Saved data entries
⁂

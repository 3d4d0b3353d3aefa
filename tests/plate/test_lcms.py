"""The LC-MS run on the plate: features into the manifest (hand entries win), MS/MS checks and groups in the results.

The plate is the demo's first nine wells with their invented LC-MS run (nmrcheck.demo): what each
well holds is known by construction; masses are checked against molmass.
"""

from __future__ import annotations

import csv
import json

import pytest
from click.testing import CliRunner

from nmrcheck.cli import main
from nmrcheck.demo import COMPOUNDS, DEMO_DELAY_MIN, build_demo_plate, demo_wells
from nmrcheck.plate import read_manifest
from nmrcheck.plate.lcms import analyse_run, load_lcms, manifest_rows, merge_lcms, write_manifest

molmass = pytest.importorskip("molmass", reason="molmass gives the reference masses; pip install -e '.[test]'")


@pytest.fixture(scope="module")
def plate(tmp_path_factory):
    root = tmp_path_factory.mktemp("lcms-plate")
    manifest = build_demo_plate(root, points=4096, wells=demo_wells()[:9], lcms=True)
    return manifest, manifest.parent / "lcms" / "extract.mzML", manifest.parent / "lcms" / "timetable.csv"


@pytest.fixture(scope="module")
def lcms(plate):
    _, run, table = plate
    return analyse_run(run, table, collector_delay_min=DEMO_DELAY_MIN)


def test_features_fill_the_manifest_and_hand_entries_win(plate, lcms):
    manifest, _, _ = plate
    merged = merge_lcms(read_manifest(manifest), lcms)
    by = {s.well: s for s in merged.wells}
    truth = {w.well: w for w in demo_wells()[:9]}
    for well, spec in by.items():
        w = truth[well]
        assert spec.lcms is not None and spec.lcms["well"] == well
        if w.content != w.claimed:
            # A7: the chemist typed the neighbouring peak's feature; it stays.
            assert spec.lcms["manifest_feature"] == {"source": "manifest"}
            want = molmass.Formula(f"[{COMPOUNDS[w.claimed].formula}H]+").monoisotopic_mass
        else:
            assert spec.lcms["manifest_feature"]["source"] == "lcms"
            want = molmass.Formula(f"[{COMPOUNDS[w.content].formula}H]+").monoisotopic_mass
        mz, ion = spec.ms_features[0]
        assert ion == "[M+H]+" and mz == pytest.approx(want, rel=3e-6)
        assert spec.rt_min is not None


def test_written_manifest_is_valid_and_mixes_with_an_existing_one(plate, lcms, tmp_path):
    manifest, _, _ = plate
    existing = read_manifest(manifest)
    rows = manifest_rows(lcms, existing=existing)
    out = write_manifest(manifest.parent / "from-lcms.csv", rows)
    again = read_manifest(out)
    assert [s.well for s in again.wells] == [s.well for s in existing.wells]
    a7 = again.well("A7")
    assert a7.ms_features == existing.well("A7").ms_features  # typed by hand: kept
    assert again.well("A1").formulas == existing.well("A1").formulas
    alone = read_manifest(write_manifest(tmp_path / "alone.csv", manifest_rows(lcms, spectrum="nmr/{well}")))
    assert alone.well("A3").spectrum == "nmr/{well}" and alone.well("A3").ms_features


def test_groups_link_the_benzopyranones(lcms):
    """Coumarin (A3) and umbelliferone (A4) are given fragments one O apart in the demo scenario."""
    related = [g for g in lcms.groups if g.relation == "related"]
    assert any({"A3", "A4"} <= set(g.wells) for g in related)
    assert all("share fragments" in g.summary for g in related)


def test_cli_features_command(plate, tmp_path):
    _, run, table = plate
    out = tmp_path / "m.csv"
    done = CliRunner().invoke(main, ["plate", "features", str(run), str(table), "--collector-delay-min", str(DEMO_DELAY_MIN), "--out", str(out)])
    assert done.exit_code == 0, done.output
    assert "A3" in done.output and "share fragments" in done.output and out.is_file()
    done = CliRunner().invoke(main, ["plate", "features", str(run), str(table), "--json"])
    assert done.exit_code == 0
    data = json.loads(done.output)
    assert set(data["wells"]) == {w.well for w in demo_wells()[:9]}


def test_cli_bad_timetable_is_one_line(plate, tmp_path):
    _, run, _ = plate
    bad = tmp_path / "t.csv"
    bad.write_text("well,start_min,end_min\nA1,1.0,1.2\nA2,1.3,x\n")
    done = CliRunner().invoke(main, ["plate", "features", str(run), str(bad)])
    assert done.exit_code == 2
    assert "line 3, field 'end_min'" in done.output and len(done.output.strip().splitlines()) == 1


def test_plate_run_with_the_run_records_features_fragment_checks_and_groups(plate, tmp_path):
    manifest, run, table = plate
    # A8 holds caffeine (C8H10N4O2); C8H18OS2 lies 2.6 ppm away in mass but cannot hold its N-bearing fragments.
    rows = list(csv.reader(manifest.read_text().splitlines()))
    header = rows[1]
    for row in rows[2:]:
        if row[0] == "A8":
            row[header.index("formulas")] = "C8H10N4O2; C8H18OS2"
    edited = manifest.parent / "edited.csv"
    with open(edited, "w", newline="") as fh:
        csv.writer(fh).writerows(rows[1:])
    out = tmp_path / "out"
    done = CliRunner().invoke(main, ["plate", "run", str(edited), "--out", str(out), "--workers", "1", "--no-report",
                                     "--lcms", str(run), "--timetable", str(table), "--collector-delay-min", str(DEMO_DELAY_MIN)])
    assert done.exit_code == 0, done.output
    assert "MS/MS: wells" in done.output
    from nmrcheck.plate.store import ResultsStore

    with ResultsStore(out) as store:
        results = store.current(with_trace=False)
    a8 = results["A8"]
    assert a8.lcms["features"] and a8.lcms["manifest_feature"]["source"] == "lcms"
    checks = {c["formula"]: c for c in a8.checks if c["key"] in {r["key"] for r in a8.candidates if r.get("source", "").startswith("manifest")}}
    wrong = checks["C8H18OS2"]
    assert wrong["verdict"] == "inconsistent"
    frag = [c for c in wrong["checks"] if c["name"] == "fragments"][0]
    assert frag["status"] == "fail" and "needs" in frag["explanation"] and "N" in frag["explanation"]
    assert [c for c in checks["C8H10N4O2"]["checks"] if c["name"] == "fragments"][0]["status"] == "pass"
    record = load_lcms(out)
    assert record["groups"] and record["collector_delay_min"] == DEMO_DELAY_MIN
    from nmrcheck.plate.lcms import lcms_summary

    lines = lcms_summary(out)
    assert lines[0].startswith("LC-MS: features of 9 of 9 wells")  # A1..A9 each hold a compound (nmrcheck.demo)
    assert any(ln.startswith("MS/MS: wells") for ln in lines)
    assert lcms_summary(tmp_path / "no-run") == []
    # The same command again resumes: the run gives the same LC-MS records, so nothing is redone.
    again = CliRunner().invoke(main, ["plate", "run", str(edited), "--out", str(out), "--workers", "1", "--no-report",
                                      "--lcms", str(run), "--timetable", str(table), "--collector-delay-min", str(DEMO_DELAY_MIN)])
    assert again.exit_code == 0 and "0 screened" in again.output, again.output


def test_plate_run_needs_both_run_and_timetable(plate, tmp_path):
    manifest, run, _ = plate
    done = CliRunner().invoke(main, ["plate", "run", str(manifest), "--out", str(tmp_path / "o"), "--lcms", str(run)])
    assert done.exit_code == 2 and "--timetable" in done.output


def test_a_co_isolated_ion_turns_a_contradiction_into_a_doubt():
    """Fragments of an ion co-eluting within the isolation window are no evidence against the candidate (common practice)."""
    from nmrcheck.plate.lcms import fragment_checks

    frag = molmass.Formula("[C7H8NO]+").monoisotopic_mass
    spectrum = {"precursor_mz": 167.1067, "species": "[M+H]+", "rt_min": 2.0, "scan_ids": ["s1"], "collision_energy_ev": 20.0,
                "mz": [frag], "intensity": [100.0]}
    target = {"neutral_mass": 166.0994, "share": 0.6, "rt_start_min": 1.9, "rt_end_min": 2.1,
              "ions": [{"species": "[M+H]+", "mz": 167.1067}], "ms2": [spectrum]}
    other = {"neutral_mass": 166.5, "share": 0.3, "rt_start_min": 1.95, "rt_end_min": 2.2, "ions": [{"species": "[M+H]+", "mz": 167.6}], "ms2": []}
    alone = fragment_checks({"features": [target]}, ["C10H14O2"], neutral_mass=166.0994)[0]
    assert alone["status"] == "contradicted" and alone["co_isolated_mz"] == []
    mixed = fragment_checks({"features": [target, other]}, ["C10H14O2"], neutral_mass=166.0994)[0]
    assert mixed["co_isolated_mz"] == [167.6]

⁂

__Assignment__:
If a line falls between the first line of the records and the line containing "merged = merge_lcms(read_manifest(manifest), lcms)", inclusive, repeat it exactly; leave out all others.

__Solution to this task__:
repository 3d4d0b3353d3aefa
filename tests/plate/test_lcms.py
"""The LC-MS run on the plate: features into the manifest (hand entries win), MS/MS checks and groups in the results.

The plate is the demo's first nine wells with their invented LC-MS run (nmrcheck.demo): what each
well holds is known by construction; masses are checked against molmass.
"""

from __future__ import annotations

import csv
import json

import pytest
from click.testing import CliRunner

from nmrcheck.cli import main
from nmrcheck.demo import COMPOUNDS, DEMO_DELAY_MIN, build_demo_plate, demo_wells
from nmrcheck.plate import read_manifest
from nmrcheck.plate.lcms import analyse_run, load_lcms, manifest_rows, merge_lcms, write_manifest

molmass = pytest.importorskip("molmass", reason="molmass gives the reference masses; pip install -e '.[test]'")


@pytest.fixture(scope="module")
def plate(tmp_path_factory):
    root = tmp_path_factory.mktemp("lcms-plate")
    manifest = build_demo_plate(root, points=4096, wells=demo_wells()[:9], lcms=True)
    return manifest, manifest.parent / "lcms" / "extract.mzML", manifest.parent / "lcms" / "timetable.csv"


@pytest.fixture(scope="module")
def lcms(plate):
    _, run, table = plate
    return analyse_run(run, table, collector_delay_min=DEMO_DELAY_MIN)


def test_features_fill_the_manifest_and_hand_entries_win(plate, lcms):
    manifest, _, _ = plate
    merged = merge_lcms(read_manifest(manifest), lcms)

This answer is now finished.